Work to complete = Find where "readonly mode: 'embedded' | 'bullmq';" appears in the records below, then return that line and every later line exactly, stopping only at the last line.

Records provided =

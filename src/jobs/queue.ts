import type { TaskRef, TaskState } from './task.js';

export interface QueueEvent {
  ref: TaskRef;
  state: TaskState;
}

export interface QueueCounts {
  /** Waiting to start, including retries waiting out their backoff. */
  waiting: number;
  active: number;
}

/**
 * The one interface of the two queues: BullMQ on Redis (workers anywhere) and the embedded queue
 * (worker threads of the API's process). Tasks themselves live in the TaskStore; a queue only
 * decides who runs them when, retries transient failures, and reports their state as it changes.
 * Both pass test/jobs/queue-conformance.test.ts.
 */
export interface JobQueue {
  readonly mode: 'embedded' | 'bullmq';
  /**
   * Hands a created task (queued, in the store) to the workers. Idempotent per task. `children`
   * (created tasks too) run first, on any worker; the task starts once each has finished, whether
   * it succeeded or not (a parent must cope with a failed child, e.g. by doing its part itself).
   */
  enqueue(ref: TaskRef, children?: TaskRef[]): Promise<void>;
  /** Stops a task: removed if waiting; a running one stops at its next check. The caller has written the cancel marker. */
  cancel(ref: TaskRef): Promise<void>;
  /** Every state a runner writes (start, progress, end), pushed as it happens. */
  subscribe(listener: (e: QueueEvent) => void): () => void;
  counts(): Promise<QueueCounts>;
  /** Whether the queue can take work now (Redis answering, for BullMQ). */
  ready(): Promise<boolean>;
  /** Stops taking work; running tasks get `graceMs` to finish, then stop and stay queued to resume. */
  close(graceMs: number): Promise<void>;
}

Exercise result =
  readonly mode: 'embedded' | 'bullmq';
  /**
   * Hands a created task (queued, in the store) to the workers. Idempotent per task. `children`
   * (created tasks too) run first, on any worker; the task starts once each has finished, whether
   * it succeeded or not (a parent must cope with a failed child, e.g. by doing its part itself).
   */
  enqueue(ref: TaskRef, children?: TaskRef[]): Promise<void>;
  /** Stops a task: removed if waiting; a running one stops at its next check. The caller has written the cancel marker. */
  cancel(ref: TaskRef): Promise<void>;
  /** Every state a runner writes (start, progress, end), pushed as it happens. */
  subscribe(listener: (e: QueueEvent) => void): () => void;
  counts(): Promise<QueueCounts>;
  /** Whether the queue can take work now (Redis answering, for BullMQ). */
  ready(): Promise<boolean>;
  /** Stops taking work; running tasks get `graceMs` to finish, then stop and stay queued to resume. */
  close(graceMs: number): Promise<void>;
}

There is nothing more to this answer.